NCERT Preschool Guidelines Include Teaching In Mother Tongue And Conducting No Written Or Oral Tests

NCERT PRESCHOOL GUIDELINES TO CONDUCT NO WRITTEN OR ORAL TEST AND TO BE TAUGHT IN MOTHER TONGUE

The National Council of Educational Research and Training, NCERT, expressed concern over the educational practice that the pre-schools follow these days. The first-ever pre-school curriculum of NCERT added that children of age 3 to 6 should be taught in their mother tongue. They also objected to the practice of subjecting the students to tests of any kind, terming it a harmful and undesirable practice that results from a misguided parental aspiration.

Pre-school children to learn in the mother tongue

Early education plays a vital role in the life of a child, growing up. Hence, learning in their home language can help students in learning faster. It is internationally recognised that teaching through a child’s mother tongue is the most appropriate medium of instruction at a young age. Acknowledging the challenge of linguistic diversity in India, the NCERT guidelines added that if the students in a classroom have no common mother tongue, then teachers may use as many languages as in the classroom as a medium of instruction, while gradually exposing them to school language. NCERT also added that the children need a multilingual environment for smooth transition along with exposure to sign language as well.

No more written or oral test in pre-school

The curriculum developing body HRD Ministry, NCERT, said that under no circumstance should the pre-school students be made to take any form of examination, either written or oral. A senior NCERT official also emphasized that the purpose of evaluation at the pre-school level is not to label a child as ‘pass’ or ‘fail’.

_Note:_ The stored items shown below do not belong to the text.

package dev.yoke.catalog;

import static org.junit.jupiter.api.Assertions.assertEquals;
import static org.junit.jupiter.api.Assertions.assertTrue;
import static org.junit.jupiter.api.Assertions.fail;

import java.io.BufferedReader;
import java.io.IOException;
import java.io.InputStreamReader;
import java.nio.charset.StandardCharsets;
import java.nio.file.Files;
import java.nio.file.Path;
import java.util.ArrayList;
import java.util.Arrays;
import java.util.List;
import java.util.Random;
import java.util.concurrent.TimeUnit;
import java.util.stream.Stream;
import org.junit.jupiter.api.Test;
import org.junit.jupiter.api.io.TempDir;

/**
 * Kills a process in the middle of saving, many times, and checks that the file is always whole.
 *
 * <p>A child JVM ({@link AtomicWriteLoop}) saves two valid catalog files alternately in a loop; the
 * test kills it with SIGKILL ({@link Process#destroyForcibly()}) after a random delay of a few
 * milliseconds. After each kill the target must be byte-for-byte the old or the new version, and
 * so must the backup, and the folder must load through the catalog loader (which skips the backup
 * and the hidden temporary files a kill leaves behind). The number of kills is {@code -Dyoke.kills=N} (default 100).
 *
 * <p>The two lanes save through the two entry points: lane 0 hands each version over as a byte
 * array, lane 1 streams it in small flushed pieces (as the CSV export streams its rows), so half the
 * kills land while the temporary file is only partly written.
 */
class AtomicFileKillTest {

    private static final int KILLS = Integer.getInteger("yoke.kills", 100);
    /** Two children at a time: the build machines have at least two cores. */
    private static final int LANES = 2;

    @TempDir
    Path folder;

    @Test
    void savedFileIsAlwaysOldOrNewVersionAfterKill() throws Exception {
        // Two valid catalog files of different lengths (about 1.3 kB and 40 kB).
        byte[] versionA = CatalogTexts.motorsVersionA().getBytes(StandardCharsets.UTF_8);
        byte[] versionB = CatalogTexts.motorsVersionB(60).getBytes(StandardCharsets.UTF_8);
        Path fileA = Files.write(folder.resolve("version-a.txt"), versionA);
        Path fileB = Files.write(folder.resolve("version-b.txt"), versionB);

        List<Lane> lanes = new ArrayList<>();
        for (int lane = 0; lane < LANES; lane++) {
            Path catalog = Files.createDirectories(folder.resolve("catalog-" + lane));
            lanes.add(new Lane(catalog.resolve("motors.yaml"), fileA, fileB, lane == 1, new Random(42L + lane)));
        }
        // kills, found A, found B, kills that left a temporary file behind, kills of the streaming lane, of which mid-save
        int[] counts = new int[6];
        for (int round = 0; round * LANES < KILLS; round++) {
            List<Process> running = new ArrayList<>();
            for (Lane lane : lanes) {
                running.add(lane.start());
            }
            for (int i = 0; i < LANES; i++) {
                Lane lane = lanes.get(i);
                lane.killAfterRandomDelay(running.get(i));
                byte[] found = Files.readAllBytes(lane.target);
                boolean isA = Arrays.equals(found, versionA);
                boolean isB = Arrays.equals(found, versionB);
                assertTrue(isA || isB, "after kill " + counts[0] + " the file is neither version ("
                        + found.length + " bytes)");
                // The folder (file, backup and any leftover temporary files) still loads as a catalog.
                CatalogTexts.assertLoads(lane.target.getParent());
                Path backup = AtomicFile.backupOf(lane.target);
                if (Files.exists(backup)) {
                    byte[] kept = Files.readAllBytes(backup);
                    assertTrue(Arrays.equals(kept, versionA) || Arrays.equals(kept, versionB),
                            "after kill " + counts[0] + " the backup is neither version");
                }
                counts[0]++;
                counts[isA ? 1 : 2]++;
                int midSave = lane.newTemps();
                counts[3] += midSave;
                counts[4] += lane.streamed ? 1 : 0;
                counts[5] += lane.streamed ? midSave : 0;
            }
        }
        System.out.printf("atomic save: %d kills survived (%d of them streaming; file found as old version %d times,"
                + " new %d times, %d kills landed mid-save and left a temporary file, %d of them streaming)%n",
                counts[0], counts[4], counts[1], counts[2], counts[3], counts[5]);
        assertEquals(0, counts[0] % LANES);
        assertTrue(counts[0] >= KILLS);
    }

    /** One folder saved by a succession of children. */
    private static final class Lane {
        final Path target;
        final Path fileA;
        final Path fileB;
        final boolean streamed;
        final Random random;
        int tempsSeen;

        Lane(Path target, Path fileA, Path fileB, boolean streamed, Random random) {
            this.target = target;
            this.fileA = fileA;
            this.fileB = fileB;
            this.streamed = streamed;
            this.random = random;
        }

        Process start() throws IOException {
            String java = Path.of(System.getProperty("java.home"), "bin", "java").toString();
            ProcessBuilder builder = new ProcessBuilder(java, "-Xshare:auto", "-XX:TieredStopAtLevel=1", "-XX:-UsePerfData",
                    "-XX:+UseSerialGC", "-Dyoke.plainWrite=" + Boolean.getBoolean("yoke.plainWrite"), "-cp", System.getProperty("java.class.path"),
                    AtomicWriteLoop.class.getName(), target.toString(), fileA.toString(), fileB.toString(),
                    streamed ? "stream" : "bytes");
            builder.redirectErrorStream(true);
            return builder.start();
        }

        void killAfterRandomDelay(Process child) throws Exception {
            try (BufferedReader out = new BufferedReader(
                    new InputStreamReader(child.getInputStream(), StandardCharsets.UTF_8))) {
                String line = out.readLine();
                if (!"ready".equals(line)) {
                    child.destroyForcibly();
                    fail("child did not start: " + line);
                }
                // A save here takes a few milliseconds (three forced writes and two renames), so a
                // delay spread over 0-20 ms lands at every stage of it.
                Thread.sleep(random.nextInt(20));
                child.destroyForcibly();
                if (!child.waitFor(10, TimeUnit.SECONDS)) {
                    fail("child survived SIGKILL");
                }
            }
        }

        int newTemps() throws IOException {
            try (Stream<Path> entries = Files.list(target.getParent())) {
                int temps = (int) entries.filter(p -> p.getFileName().toString().endsWith(AtomicFile.TEMP_SUFFIX)).count();
                int added = temps - tempsSeen;
                tempsSeen = temps;
                return added > 0 ? 1 : 0;
            }
        }
    }
}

The teachers are asked to closely observe the children- how and where children spend time, their social relationships, use of language, modes of interaction, information about health and nutrition habits, and to make a brief note of these observations. An official of NCERT added that the progress of the child has to be assessed continuously by various methods and techniques that include anecdotal records, checklists, portfolios and interactions with other children. These evaluations should be available in folders for the parents to view and should be with the pre-school as long as the child moves to another pre-school programme or to a primary school. The NCERT also mentioned that a written and verbal progress summary report of the child should be given to their parents at least twice a year.

As a part of “guidelines for pre-school education”, the NCERT has enlisted the do’s and don’ts about how assessment should be carried out and reported in pre-schools.

Different parameters for infrastructure, qualifications and salary for pre-school staff, admission process, records and registers to be maintained, monitoring and supervision mechanism, the importance of coordination and convergence with community and parents etc. have also been defined in the guidelines provided by NCERT for pre-school education.